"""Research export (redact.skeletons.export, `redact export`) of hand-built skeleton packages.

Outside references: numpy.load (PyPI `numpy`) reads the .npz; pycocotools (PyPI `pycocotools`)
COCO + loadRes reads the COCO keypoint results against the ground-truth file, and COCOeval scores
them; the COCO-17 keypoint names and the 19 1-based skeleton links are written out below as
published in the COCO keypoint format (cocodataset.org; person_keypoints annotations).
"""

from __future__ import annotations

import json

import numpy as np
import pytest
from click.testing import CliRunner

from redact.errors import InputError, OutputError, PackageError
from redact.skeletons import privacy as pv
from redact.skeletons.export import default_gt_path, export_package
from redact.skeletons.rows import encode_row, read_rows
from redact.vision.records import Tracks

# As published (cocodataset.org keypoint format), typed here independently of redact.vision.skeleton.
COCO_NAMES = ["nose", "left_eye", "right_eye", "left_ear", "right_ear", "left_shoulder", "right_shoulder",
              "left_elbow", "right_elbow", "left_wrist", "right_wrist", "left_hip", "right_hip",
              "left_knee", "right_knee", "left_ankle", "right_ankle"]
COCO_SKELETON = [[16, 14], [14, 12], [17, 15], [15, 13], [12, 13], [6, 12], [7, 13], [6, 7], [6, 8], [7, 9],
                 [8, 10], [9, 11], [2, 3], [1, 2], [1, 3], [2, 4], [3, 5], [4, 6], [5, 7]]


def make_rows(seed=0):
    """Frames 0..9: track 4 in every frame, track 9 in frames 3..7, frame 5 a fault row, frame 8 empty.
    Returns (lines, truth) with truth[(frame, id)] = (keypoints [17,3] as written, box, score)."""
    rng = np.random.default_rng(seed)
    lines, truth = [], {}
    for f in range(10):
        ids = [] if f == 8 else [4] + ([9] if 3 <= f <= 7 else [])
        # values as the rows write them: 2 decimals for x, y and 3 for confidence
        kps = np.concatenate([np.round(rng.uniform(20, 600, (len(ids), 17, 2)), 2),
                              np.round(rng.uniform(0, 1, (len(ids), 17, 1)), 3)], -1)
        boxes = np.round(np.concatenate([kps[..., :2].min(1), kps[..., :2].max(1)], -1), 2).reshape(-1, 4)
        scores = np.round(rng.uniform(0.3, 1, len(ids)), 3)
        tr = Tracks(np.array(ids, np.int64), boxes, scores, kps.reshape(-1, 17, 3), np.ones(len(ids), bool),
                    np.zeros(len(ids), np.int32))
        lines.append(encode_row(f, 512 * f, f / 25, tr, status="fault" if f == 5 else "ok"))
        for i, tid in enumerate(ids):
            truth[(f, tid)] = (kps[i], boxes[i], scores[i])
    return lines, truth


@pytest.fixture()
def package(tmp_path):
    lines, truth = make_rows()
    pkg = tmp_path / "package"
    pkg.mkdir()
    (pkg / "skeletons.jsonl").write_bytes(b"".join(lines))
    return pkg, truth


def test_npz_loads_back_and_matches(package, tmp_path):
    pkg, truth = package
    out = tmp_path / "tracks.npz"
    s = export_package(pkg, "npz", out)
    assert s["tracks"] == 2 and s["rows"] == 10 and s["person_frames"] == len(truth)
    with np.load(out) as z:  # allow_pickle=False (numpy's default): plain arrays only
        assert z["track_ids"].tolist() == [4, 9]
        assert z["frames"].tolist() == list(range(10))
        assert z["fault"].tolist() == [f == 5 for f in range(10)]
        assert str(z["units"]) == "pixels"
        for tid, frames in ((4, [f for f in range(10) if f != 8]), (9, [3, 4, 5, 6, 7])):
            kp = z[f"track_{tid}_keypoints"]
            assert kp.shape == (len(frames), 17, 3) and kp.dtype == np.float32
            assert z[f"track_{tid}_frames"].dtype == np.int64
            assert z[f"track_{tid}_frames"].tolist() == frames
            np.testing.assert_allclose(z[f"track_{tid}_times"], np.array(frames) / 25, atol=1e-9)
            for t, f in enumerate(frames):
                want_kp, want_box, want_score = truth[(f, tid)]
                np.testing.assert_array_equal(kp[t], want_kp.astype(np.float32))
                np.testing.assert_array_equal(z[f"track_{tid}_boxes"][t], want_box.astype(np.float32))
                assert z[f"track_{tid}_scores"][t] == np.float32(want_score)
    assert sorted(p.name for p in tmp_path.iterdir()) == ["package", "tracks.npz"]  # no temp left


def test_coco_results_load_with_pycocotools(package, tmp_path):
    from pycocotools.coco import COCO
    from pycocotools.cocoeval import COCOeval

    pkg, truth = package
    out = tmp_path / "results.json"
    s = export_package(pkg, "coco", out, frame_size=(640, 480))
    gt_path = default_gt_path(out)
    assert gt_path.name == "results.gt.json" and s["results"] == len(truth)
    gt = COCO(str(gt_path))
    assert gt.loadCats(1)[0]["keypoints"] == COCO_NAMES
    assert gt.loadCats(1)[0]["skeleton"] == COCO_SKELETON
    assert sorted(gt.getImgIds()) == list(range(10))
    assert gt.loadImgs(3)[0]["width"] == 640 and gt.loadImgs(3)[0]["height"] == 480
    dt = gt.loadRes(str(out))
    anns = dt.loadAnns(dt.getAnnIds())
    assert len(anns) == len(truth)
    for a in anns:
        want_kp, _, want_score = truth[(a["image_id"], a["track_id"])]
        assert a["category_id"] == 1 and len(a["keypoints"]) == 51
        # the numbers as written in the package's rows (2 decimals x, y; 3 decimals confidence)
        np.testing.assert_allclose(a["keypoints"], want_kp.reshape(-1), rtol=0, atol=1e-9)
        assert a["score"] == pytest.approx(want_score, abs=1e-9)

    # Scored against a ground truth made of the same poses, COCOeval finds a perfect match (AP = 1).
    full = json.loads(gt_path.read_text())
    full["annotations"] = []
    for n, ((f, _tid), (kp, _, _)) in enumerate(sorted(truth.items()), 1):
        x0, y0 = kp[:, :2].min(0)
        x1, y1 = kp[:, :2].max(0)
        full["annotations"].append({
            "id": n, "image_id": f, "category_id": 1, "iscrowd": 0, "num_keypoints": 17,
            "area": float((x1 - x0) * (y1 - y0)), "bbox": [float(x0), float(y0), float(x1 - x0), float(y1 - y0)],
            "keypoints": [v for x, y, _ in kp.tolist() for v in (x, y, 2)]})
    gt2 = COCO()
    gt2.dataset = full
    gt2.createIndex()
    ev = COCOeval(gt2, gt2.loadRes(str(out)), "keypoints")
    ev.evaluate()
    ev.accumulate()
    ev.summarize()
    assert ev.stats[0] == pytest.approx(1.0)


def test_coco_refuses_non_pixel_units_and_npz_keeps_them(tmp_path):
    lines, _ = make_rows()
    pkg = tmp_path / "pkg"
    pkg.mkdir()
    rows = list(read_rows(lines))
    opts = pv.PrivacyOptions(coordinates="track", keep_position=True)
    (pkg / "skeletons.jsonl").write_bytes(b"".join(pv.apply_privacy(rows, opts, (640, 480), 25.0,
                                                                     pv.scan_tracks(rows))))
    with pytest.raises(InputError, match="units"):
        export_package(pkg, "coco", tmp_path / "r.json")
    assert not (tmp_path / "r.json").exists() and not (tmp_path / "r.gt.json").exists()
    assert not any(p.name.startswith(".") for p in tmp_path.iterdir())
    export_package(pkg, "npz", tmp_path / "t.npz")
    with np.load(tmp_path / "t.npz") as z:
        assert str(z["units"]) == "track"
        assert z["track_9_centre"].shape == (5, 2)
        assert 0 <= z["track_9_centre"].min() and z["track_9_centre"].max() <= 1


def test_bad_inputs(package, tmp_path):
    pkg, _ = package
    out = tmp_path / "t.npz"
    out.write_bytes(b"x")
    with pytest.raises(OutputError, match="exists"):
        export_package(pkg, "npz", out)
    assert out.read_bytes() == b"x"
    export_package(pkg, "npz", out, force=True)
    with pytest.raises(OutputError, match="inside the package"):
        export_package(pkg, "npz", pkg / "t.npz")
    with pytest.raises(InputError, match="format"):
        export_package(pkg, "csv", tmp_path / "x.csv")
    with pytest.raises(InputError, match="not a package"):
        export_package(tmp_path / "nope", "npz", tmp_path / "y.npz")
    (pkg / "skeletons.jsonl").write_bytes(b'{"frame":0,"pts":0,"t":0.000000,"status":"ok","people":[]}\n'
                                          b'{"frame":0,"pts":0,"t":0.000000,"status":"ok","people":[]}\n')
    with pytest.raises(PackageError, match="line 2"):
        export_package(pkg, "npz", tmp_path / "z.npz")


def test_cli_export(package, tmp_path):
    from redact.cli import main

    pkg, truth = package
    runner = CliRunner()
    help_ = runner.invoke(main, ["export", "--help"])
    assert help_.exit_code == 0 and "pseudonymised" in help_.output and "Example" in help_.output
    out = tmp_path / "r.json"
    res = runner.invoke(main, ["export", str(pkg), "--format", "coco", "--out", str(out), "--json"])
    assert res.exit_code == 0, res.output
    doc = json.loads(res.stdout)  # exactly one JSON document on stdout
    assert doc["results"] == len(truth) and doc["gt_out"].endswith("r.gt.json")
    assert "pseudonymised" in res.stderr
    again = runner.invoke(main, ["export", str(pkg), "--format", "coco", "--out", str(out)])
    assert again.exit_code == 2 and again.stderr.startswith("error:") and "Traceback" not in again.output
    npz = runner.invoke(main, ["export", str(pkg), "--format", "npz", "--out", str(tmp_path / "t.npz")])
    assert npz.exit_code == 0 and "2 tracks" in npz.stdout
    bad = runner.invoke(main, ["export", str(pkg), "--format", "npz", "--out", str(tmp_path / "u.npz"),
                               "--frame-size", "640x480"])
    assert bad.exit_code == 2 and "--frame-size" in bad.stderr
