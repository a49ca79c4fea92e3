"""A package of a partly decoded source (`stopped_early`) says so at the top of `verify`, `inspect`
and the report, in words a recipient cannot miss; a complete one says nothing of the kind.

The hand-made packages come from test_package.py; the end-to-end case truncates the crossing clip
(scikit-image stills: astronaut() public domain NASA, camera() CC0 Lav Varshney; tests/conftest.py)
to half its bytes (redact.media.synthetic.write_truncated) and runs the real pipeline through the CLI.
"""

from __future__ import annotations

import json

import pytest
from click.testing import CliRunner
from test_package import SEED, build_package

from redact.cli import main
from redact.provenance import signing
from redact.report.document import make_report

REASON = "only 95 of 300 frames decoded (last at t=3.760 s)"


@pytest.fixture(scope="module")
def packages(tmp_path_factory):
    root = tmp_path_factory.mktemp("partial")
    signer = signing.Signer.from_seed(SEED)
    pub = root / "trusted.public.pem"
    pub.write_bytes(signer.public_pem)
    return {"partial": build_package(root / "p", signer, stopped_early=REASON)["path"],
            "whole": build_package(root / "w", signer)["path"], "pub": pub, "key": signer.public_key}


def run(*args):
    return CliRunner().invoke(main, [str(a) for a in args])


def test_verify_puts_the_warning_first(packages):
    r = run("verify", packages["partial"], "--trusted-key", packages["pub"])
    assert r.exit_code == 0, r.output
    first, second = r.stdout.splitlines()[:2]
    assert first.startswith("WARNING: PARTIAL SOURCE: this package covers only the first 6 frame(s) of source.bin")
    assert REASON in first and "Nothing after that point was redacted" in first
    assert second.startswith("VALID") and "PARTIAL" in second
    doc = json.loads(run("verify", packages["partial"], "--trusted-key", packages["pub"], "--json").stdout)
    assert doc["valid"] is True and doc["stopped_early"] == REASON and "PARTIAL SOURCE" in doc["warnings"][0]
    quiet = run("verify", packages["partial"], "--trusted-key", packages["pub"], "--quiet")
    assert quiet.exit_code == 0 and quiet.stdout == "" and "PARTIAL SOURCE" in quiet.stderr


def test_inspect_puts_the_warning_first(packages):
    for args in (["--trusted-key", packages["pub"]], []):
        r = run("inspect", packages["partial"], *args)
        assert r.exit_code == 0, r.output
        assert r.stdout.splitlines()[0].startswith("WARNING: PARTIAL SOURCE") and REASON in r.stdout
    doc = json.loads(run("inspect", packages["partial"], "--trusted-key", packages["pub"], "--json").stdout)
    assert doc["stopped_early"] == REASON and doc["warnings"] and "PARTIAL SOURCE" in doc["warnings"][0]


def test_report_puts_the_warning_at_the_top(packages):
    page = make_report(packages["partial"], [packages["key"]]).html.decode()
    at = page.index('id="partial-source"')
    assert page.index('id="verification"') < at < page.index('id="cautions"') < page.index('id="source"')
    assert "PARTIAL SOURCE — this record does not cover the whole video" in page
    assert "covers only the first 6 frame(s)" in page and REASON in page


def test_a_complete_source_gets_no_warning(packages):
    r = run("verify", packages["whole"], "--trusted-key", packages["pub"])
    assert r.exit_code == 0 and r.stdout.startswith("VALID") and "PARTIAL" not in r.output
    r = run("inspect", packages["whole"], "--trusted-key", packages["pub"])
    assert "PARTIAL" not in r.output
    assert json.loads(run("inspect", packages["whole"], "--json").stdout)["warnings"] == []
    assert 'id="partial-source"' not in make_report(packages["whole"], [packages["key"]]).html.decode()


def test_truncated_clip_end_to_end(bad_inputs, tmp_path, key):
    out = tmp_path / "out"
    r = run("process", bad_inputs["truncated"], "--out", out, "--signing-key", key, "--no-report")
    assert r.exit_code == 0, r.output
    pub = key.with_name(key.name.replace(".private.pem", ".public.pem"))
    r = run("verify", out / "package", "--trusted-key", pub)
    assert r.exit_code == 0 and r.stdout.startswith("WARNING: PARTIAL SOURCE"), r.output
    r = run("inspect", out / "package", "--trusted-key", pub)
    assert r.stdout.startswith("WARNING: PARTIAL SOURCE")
§ §
▸ WORK REQUIRED:
Respond with the count of lines in the material above that contain the word "this", and add nothing to it.

▸ EXERCISE RESULT:
2